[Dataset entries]
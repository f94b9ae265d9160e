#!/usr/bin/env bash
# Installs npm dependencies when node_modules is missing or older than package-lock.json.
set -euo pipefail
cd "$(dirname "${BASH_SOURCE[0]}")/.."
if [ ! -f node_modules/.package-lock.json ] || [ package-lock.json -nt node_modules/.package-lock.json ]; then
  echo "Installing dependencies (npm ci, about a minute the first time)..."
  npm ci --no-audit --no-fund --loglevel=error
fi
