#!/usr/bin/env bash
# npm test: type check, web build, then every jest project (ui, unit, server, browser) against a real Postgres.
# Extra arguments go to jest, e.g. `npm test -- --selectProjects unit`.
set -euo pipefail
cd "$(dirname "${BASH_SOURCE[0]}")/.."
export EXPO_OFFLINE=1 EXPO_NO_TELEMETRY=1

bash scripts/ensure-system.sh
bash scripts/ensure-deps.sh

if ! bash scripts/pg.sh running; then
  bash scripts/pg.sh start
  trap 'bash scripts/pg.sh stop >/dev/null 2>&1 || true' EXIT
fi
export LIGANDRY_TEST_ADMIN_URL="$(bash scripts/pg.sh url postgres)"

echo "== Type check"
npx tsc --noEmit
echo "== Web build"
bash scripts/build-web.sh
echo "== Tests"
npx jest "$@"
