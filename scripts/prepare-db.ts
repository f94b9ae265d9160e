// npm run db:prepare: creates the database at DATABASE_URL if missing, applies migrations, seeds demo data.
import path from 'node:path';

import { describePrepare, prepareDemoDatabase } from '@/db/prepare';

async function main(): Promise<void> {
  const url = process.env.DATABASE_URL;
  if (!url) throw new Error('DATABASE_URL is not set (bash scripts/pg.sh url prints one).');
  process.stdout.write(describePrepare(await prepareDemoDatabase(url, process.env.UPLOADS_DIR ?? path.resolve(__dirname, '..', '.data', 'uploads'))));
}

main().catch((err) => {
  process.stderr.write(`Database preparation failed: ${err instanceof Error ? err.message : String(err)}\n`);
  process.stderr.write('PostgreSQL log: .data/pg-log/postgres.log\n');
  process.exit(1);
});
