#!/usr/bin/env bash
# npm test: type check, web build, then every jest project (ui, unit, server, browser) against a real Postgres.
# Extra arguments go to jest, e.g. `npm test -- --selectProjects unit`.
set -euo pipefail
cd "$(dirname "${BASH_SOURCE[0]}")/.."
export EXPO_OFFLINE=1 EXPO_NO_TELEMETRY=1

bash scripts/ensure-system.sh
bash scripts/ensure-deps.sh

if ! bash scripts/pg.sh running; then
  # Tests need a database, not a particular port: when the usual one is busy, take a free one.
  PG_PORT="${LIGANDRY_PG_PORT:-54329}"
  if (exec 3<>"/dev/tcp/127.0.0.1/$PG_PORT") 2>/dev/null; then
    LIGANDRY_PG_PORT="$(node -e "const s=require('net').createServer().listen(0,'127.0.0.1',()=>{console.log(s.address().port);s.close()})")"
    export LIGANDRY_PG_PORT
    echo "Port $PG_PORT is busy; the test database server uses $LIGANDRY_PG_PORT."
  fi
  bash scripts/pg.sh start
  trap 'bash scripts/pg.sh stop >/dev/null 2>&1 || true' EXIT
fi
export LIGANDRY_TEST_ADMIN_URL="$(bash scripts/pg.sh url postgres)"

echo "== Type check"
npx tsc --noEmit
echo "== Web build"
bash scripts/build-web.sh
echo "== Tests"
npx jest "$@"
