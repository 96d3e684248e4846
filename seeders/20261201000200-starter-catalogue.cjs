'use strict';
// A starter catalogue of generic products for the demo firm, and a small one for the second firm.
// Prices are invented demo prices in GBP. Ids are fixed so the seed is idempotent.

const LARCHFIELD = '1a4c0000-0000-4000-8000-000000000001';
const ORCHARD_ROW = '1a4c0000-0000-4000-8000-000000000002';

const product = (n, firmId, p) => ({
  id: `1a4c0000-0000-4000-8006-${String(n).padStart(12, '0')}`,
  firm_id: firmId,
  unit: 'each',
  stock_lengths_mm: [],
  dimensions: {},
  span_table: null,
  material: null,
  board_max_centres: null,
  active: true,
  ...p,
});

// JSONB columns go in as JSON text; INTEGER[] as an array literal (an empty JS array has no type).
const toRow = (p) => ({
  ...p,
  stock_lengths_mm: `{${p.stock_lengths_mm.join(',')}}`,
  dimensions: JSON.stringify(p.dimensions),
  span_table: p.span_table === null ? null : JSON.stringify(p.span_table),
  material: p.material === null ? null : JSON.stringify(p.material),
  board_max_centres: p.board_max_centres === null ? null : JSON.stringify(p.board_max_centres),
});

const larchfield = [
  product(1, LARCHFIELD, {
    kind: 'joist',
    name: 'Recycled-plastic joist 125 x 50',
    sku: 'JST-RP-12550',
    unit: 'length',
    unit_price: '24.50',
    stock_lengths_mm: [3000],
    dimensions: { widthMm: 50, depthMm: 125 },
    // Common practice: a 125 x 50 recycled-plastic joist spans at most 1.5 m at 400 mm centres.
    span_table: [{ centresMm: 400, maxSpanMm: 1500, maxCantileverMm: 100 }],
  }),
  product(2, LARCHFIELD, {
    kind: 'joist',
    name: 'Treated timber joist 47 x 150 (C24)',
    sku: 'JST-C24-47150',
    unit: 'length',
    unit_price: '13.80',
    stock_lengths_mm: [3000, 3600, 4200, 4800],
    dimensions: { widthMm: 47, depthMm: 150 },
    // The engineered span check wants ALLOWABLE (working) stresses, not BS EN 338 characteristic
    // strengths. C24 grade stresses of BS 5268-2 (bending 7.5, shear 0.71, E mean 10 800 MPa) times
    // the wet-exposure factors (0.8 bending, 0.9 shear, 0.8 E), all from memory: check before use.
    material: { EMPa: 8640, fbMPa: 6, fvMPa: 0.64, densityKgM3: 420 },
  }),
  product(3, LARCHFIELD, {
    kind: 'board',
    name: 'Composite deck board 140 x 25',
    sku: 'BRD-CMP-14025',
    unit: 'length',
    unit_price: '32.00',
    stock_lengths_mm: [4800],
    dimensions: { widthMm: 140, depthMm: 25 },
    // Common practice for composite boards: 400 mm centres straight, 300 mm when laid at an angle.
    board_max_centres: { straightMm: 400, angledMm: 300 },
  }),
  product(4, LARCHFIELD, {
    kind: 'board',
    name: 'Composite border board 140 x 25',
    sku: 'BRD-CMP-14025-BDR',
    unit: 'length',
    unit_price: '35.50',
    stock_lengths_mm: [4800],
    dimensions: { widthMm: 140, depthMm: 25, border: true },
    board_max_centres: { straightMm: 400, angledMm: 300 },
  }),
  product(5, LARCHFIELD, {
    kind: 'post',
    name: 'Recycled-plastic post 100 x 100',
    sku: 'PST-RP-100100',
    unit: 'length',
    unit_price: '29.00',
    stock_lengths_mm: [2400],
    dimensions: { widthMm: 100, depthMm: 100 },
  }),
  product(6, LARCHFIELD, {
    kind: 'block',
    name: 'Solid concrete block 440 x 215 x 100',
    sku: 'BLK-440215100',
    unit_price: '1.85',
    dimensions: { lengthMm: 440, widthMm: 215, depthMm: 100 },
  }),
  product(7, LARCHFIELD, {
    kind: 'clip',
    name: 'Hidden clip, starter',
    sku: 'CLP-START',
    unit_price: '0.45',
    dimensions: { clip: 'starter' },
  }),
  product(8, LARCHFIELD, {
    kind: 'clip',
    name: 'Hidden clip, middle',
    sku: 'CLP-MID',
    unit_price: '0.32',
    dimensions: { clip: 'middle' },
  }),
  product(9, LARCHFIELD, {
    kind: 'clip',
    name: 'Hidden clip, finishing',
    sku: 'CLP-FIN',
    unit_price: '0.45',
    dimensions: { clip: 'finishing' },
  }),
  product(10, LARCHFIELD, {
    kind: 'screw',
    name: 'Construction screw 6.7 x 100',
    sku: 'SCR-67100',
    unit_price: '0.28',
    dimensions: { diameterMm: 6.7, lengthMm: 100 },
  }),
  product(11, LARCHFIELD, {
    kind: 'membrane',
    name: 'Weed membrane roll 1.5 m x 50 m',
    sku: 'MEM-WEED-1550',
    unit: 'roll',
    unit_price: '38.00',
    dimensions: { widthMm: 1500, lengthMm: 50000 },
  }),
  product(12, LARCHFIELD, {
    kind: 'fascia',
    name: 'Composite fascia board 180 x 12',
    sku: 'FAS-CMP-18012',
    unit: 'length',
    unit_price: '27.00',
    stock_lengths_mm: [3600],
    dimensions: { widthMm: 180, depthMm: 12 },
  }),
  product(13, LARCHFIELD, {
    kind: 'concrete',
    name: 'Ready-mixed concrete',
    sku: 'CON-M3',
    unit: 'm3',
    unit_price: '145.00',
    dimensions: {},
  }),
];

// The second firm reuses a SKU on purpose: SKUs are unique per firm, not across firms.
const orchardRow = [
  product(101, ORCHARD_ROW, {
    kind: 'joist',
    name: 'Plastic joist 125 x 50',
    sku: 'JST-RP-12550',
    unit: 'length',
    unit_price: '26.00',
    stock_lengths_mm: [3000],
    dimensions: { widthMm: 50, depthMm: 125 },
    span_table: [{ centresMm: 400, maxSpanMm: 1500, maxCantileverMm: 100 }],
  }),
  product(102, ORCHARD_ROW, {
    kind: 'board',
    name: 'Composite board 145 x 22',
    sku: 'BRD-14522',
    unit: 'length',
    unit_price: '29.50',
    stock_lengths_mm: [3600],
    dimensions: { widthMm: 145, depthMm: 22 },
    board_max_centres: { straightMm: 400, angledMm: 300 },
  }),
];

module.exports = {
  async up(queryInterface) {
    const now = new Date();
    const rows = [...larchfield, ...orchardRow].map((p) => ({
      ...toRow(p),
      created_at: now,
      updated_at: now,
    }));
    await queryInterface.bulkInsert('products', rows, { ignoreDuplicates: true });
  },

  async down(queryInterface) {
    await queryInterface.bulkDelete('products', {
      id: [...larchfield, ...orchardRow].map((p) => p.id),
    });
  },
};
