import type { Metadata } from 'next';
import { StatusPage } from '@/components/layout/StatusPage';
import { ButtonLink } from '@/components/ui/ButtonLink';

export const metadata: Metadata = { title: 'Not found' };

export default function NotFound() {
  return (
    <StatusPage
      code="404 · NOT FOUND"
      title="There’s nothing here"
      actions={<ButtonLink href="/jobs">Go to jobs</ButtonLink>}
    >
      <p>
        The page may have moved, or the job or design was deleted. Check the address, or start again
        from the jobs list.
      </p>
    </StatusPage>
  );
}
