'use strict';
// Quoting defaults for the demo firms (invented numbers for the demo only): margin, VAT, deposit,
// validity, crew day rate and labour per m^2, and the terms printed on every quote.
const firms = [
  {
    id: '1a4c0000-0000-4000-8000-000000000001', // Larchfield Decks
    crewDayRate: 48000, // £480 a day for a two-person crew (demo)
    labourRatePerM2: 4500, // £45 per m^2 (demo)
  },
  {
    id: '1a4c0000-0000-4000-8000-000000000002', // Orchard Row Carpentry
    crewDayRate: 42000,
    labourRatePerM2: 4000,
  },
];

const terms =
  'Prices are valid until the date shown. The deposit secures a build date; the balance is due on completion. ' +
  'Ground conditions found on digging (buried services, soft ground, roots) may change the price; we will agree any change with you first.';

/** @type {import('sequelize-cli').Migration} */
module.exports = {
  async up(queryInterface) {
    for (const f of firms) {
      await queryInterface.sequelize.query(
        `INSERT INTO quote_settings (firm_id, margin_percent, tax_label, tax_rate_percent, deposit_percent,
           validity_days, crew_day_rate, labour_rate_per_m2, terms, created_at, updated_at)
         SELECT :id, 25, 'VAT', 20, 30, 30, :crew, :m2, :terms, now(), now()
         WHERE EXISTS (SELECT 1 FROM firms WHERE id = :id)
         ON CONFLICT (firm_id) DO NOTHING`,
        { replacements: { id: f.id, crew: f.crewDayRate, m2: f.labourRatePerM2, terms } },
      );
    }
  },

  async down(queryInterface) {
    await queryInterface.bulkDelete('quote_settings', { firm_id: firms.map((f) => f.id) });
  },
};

§ **Directions**:
Count the lines in the records above that contain the word "orchardRow", and report only that number.

§ **Completed exercise**:
3